Em agosto de 1979, Gil Vieira, acompanhado de policiais e capangas armados, invadiu a fazenda de Adelino “espancando indistintamente homens, mulheres e crianças. Ao se despedirem o sr. Gil e seus acompanhantes prometeram voltar. Então seria para matar a todos.”
Após essa ameaça, Adelino procurou os meios legais para se defender, indo com frequência a Belo Horizonte para tratar com advogados. Mas no dia 06/10/1980, Gil Vieira, juntamente com cinco policiais à paisana e um oficial de justiça foram até a casa de Adelino.
Adelino estava no campo [...] quando viu os homens virem no meio da boiada, ele desceu deixando duas crianças no alto da serra, onde trabalhava. Conseguiu chegar à casa antes dos elementos. Estes começaram logo a atirar. Adelino rebateu a tiros e acertou dois policiais, um deles vindo a falecer.
O policial morto era o cabo da PM José Gonçalves Ferreira, que na ocasião estava de férias e fora contratado pelos fazendeiros Geraldo Pacheco e seu genro Gil Vieira Terra para invadirem a fazenda Lambari. Já o policial ferido, que também era cabo da PM, se chamava José Ribeiro da Silva.

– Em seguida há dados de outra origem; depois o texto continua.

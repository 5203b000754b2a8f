"""Analysis of stored runs, the results files, the value table, states and events."""

import math
import warnings
from datetime import UTC, datetime

import numpy as np
import pytest

from engine.alarms.plan import AlarmPlan, Band
from engine.analysis import PointSetup, analyse_recording
from engine.archive import create_archive, open_archive
from engine.archive.derived import VALUES_FILE
from engine.errors import EngineWarning
from engine.pipeline import analyse_runs, evaluate_points, point_setup, process_new_runs
from engine.recording import Channel, Recording
from engine.units import STANDARD_GRAVITY

FS = 25600.0
RPM = 1500.0
F1 = RPM / 60.0
T0 = 1_780_000_000.0


def sine_g(v_rms_mm_s: float, f_hz: float, seconds: float = 4.0, noise=0.0, seed=0):
    """Acceleration (g) of a velocity sine of ``v_rms_mm_s`` at ``f_hz``: a = √2·v·2πf / g_n
    (first principles; g_n = 9.80665 m/s², CGPM 1901)."""
    t = np.arange(int(FS * seconds)) / FS
    a_peak = v_rms_mm_s * math.sqrt(2.0) * 1e-3 * 2.0 * math.pi * f_hz / STANDARD_GRAVITY
    x = a_peak * np.sin(2.0 * math.pi * f_hz * t)
    if noise:
        x = x + np.random.default_rng(seed).normal(0.0, noise, t.size)
    return x


def recording(x, rpm=RPM):
    return Recording(fs_hz=FS, channels=[Channel(samples=x, unit="g", name="acc")], rpm=rpm)


def small_archive(tmp_path, values_mm_s, *, plan=None):
    path = tmp_path / "p.shaftwatch"
    with warnings.catch_warnings():
        warnings.simplefilter("ignore", EngineWarning)
        with create_archive(path, plant_name="Test Works") as arc:
            arc.add_site("Test Works")
            arc.add_machine("Test Works", "K-1", nominal_rpm=RPM, iso_group=2,
                            foundation="rigid")
            arc.add_point("Test Works", "K-1", "DE H", direction="H", unit="g",
                          fmax_hz=1000.0, lines=800)
            if plan is not None:
                arc.set_plan("Test Works/K-1/DE H", plan)
            ids = [arc.import_recording(recording(sine_g(v, F1, noise=1e-4, seed=i)),
                                        "Test Works/K-1/DE H", taken=when(T0 + i * 7 * 86400.0),
                                        rpm=RPM, source=f"run{i}").run_id
                   for i, v in enumerate(values_mm_s)]
            process_new_runs(arc, ids)
    return path


def when(seconds: float) -> datetime:
    return datetime.fromtimestamp(seconds, UTC)


def test_one_x_and_overall_of_a_sine_are_its_velocity():
    # A pure 1× of 3 mm/s RMS: the 1× value, the overall level and the spectrum peak
    # all read 3 mm/s (first principles).
    setup = PointSetup(path="a/b/c", props={"fmax_hz": 1000.0, "lines": 800, "channel": -1})
    r = analyse_recording(recording(sine_g(3.0, F1)), setup, run_id="r", taken_s=T0, rpm=RPM)
    assert r.value("1x_mm_s") == pytest.approx(3.0, rel=0.01)
    assert r.value("overall_velocity_mm_s") == pytest.approx(3.0, rel=0.01)
    assert r.value("2x_mm_s") < 0.01
    assert r.spectrum.amplitude.max() == pytest.approx(3.0, rel=0.02)
    assert r.value("rpm") == RPM


def test_import_analyses_and_evaluates_with_the_iso_default(tmp_path):
    # ISO 20816-3 group 2 rigid (from memory of the standard's tables): B/C 2.8, C/D 4.5.
    path = small_archive(tmp_path, [1.0, 2.0, 3.5, 5.0])
    with open_archive(path) as arc:
        states = arc.point_states()["Test Works/K-1/DE H"]
        rows = arc.value_rows("Test Works/K-1/DE H")
        assert list(rows["state"]) == ["ok", "ok", "alert", "danger"]
        assert list(rows["zone"]) == ["A", "B", "C", "D"]
        assert states["state"] == "danger" and states["zone"] == "D"
        assert [r.state for r in sorted(arc.runs(), key=lambda r: r.taken_s)] == \
            ["ok", "ok", "alert", "danger"]
        ev = arc.events("Test Works/K-1/DE H")
        assert [(e.previous, e.state) for e in ev] == [("", "ok"), ("ok", "alert"),
                                                       ("alert", "danger")]
        assert ev[-1].level == pytest.approx(4.5)


def test_results_round_trip_and_value_table_rebuild(tmp_path):
    path = small_archive(tmp_path, [1.0, 2.0])
    with open_archive(path) as arc:
        rid = sorted(arc.runs(), key=lambda r: r.taken_s)[1].run_id
        stored = arc.results(rid)
        rec, _ = arc.read_run(rid)
        fresh = analyse_recording(rec, point_setup(arc, stored.point), run_id=rid,
                                  taken_s=stored.taken_s, rpm=RPM)
    assert stored.values == pytest.approx(fresh.values, nan_ok=True)
    # Stored as float32: relative error below 1e-6.
    np.testing.assert_allclose(stored.spectrum.amplitude, fresh.spectrum.amplitude,
                               rtol=1e-6, atol=1e-9)
    assert stored.findings == fresh.findings
    (path / VALUES_FILE).unlink()
    with warnings.catch_warnings():
        warnings.simplefilter("ignore", EngineWarning)
        with open_archive(path, mode="w") as arc:
            # rebuilt from results/, states by evaluation
            evaluate_points(arc)
    with open_archive(path) as arc:
        assert list(arc.value_rows("Test Works/K-1/DE H")["state"]) == ["ok", "ok"]


def test_a_plan_change_re_evaluates_the_history_like_a_fresh_evaluation(tmp_path):
    path = small_archive(tmp_path, [1.0, 2.0, 3.0])
    tight = AlarmPlan(name="tight", bands=(
        Band(name="1x", measure="band_rms", alert=1.5, danger=2.5, low=0.9, high=1.1,
             basis="order"),))
    with open_archive(path, mode="w") as arc:
        arc.set_plan("Test Works/K-1/DE H", tight)
        out = evaluate_points(arc)
        assert out.remeasured == 3
    with open_archive(path) as arc:
        rows = arc.value_rows("Test Works/K-1/DE H")
        assert list(rows["state"]) == ["ok", "alert", "danger"]
        np.testing.assert_allclose(rows["band:1x"], [1.0, 2.0, 3.0], rtol=0.02)
    fresh = small_archive(tmp_path / "fresh", [1.0, 2.0, 3.0], plan=tight)
    with open_archive(fresh) as arc:
        assert list(arc.value_rows("Test Works/K-1/DE H")["state"]) == \
            ["ok", "alert", "danger"]


def test_rebuild_keeps_the_states(tmp_path):
    path = small_archive(tmp_path, [1.0, 5.0])
    with warnings.catch_warnings():
        warnings.simplefilter("ignore", EngineWarning)
        with open_archive(path, mode="w") as arc:
            arc.rebuild()
    with open_archive(path) as arc:
        assert sorted(r.state for r in arc.runs()) == ["danger", "ok"]


def test_a_run_too_short_for_the_lines_is_a_problem_not_a_failure(tmp_path):
    path = small_archive(tmp_path, [1.0])
    with open_archive(path, mode="w") as arc:
        short = recording(sine_g(1.0, F1, seconds=0.02))
        res = arc.import_recording(short, "Test Works/K-1/DE H", taken=when(T0 + 1e6), rpm=RPM,
                                   source="short")
        out = process_new_runs(arc, [res.run_id])
        assert out.problems and out.problems[0]["run_id"] == res.run_id
        assert "Test Works/K-1/DE H" in out.problems[0]["reason"]
        assert arc.results(res.run_id) is None


def test_analyse_runs_stops_when_cancelled_and_keeps_what_is_done(tmp_path):
    from engine.pipeline import Stopped

    path = small_archive(tmp_path, [1.0, 2.0, 3.0])
    with open_archive(path, mode="w") as arc:
        ids = [r.run_id for r in arc.runs()]
        calls = []

        def cancel():
            calls.append(1)
            return len(calls) > 2

        with pytest.raises(Stopped, match="after 2 of 3"):
            analyse_runs(arc, ids, cancel=cancel)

No dia seguinte uma guarda da polícia com cerca de 60 homens se dirigiu ao local e lançou um verdadeiro arsenal de armas e bombas em direção às residências do posseiro, que havia se escondido no mato, e de seus familiares. Avelino, pai de Adelino, resolveu sair de casa para se entregar aos policiais, foi recebido por um tiro de fuzil e faleceu no local. Após atirarem em Avelino, que possuía 62 anos, os policiais saquearam sua casa e levaram ferramentas, dinheiro e algumas espingardas. Segundo a esposa de Avelino, Otávia Conceição Guimarães:
"Quem atirou em Avelino estava postado junto a porteira [...] que a declarante quis socorrer seu marido, mas foi brutalmente empurrada por alguns soldados afastando-a do corpo de Avelino e conduzida até uma horta pouco distante da casa e aí agredida a murros e pontapés por um soldado de cor morena e bigode preto e que estava fardado."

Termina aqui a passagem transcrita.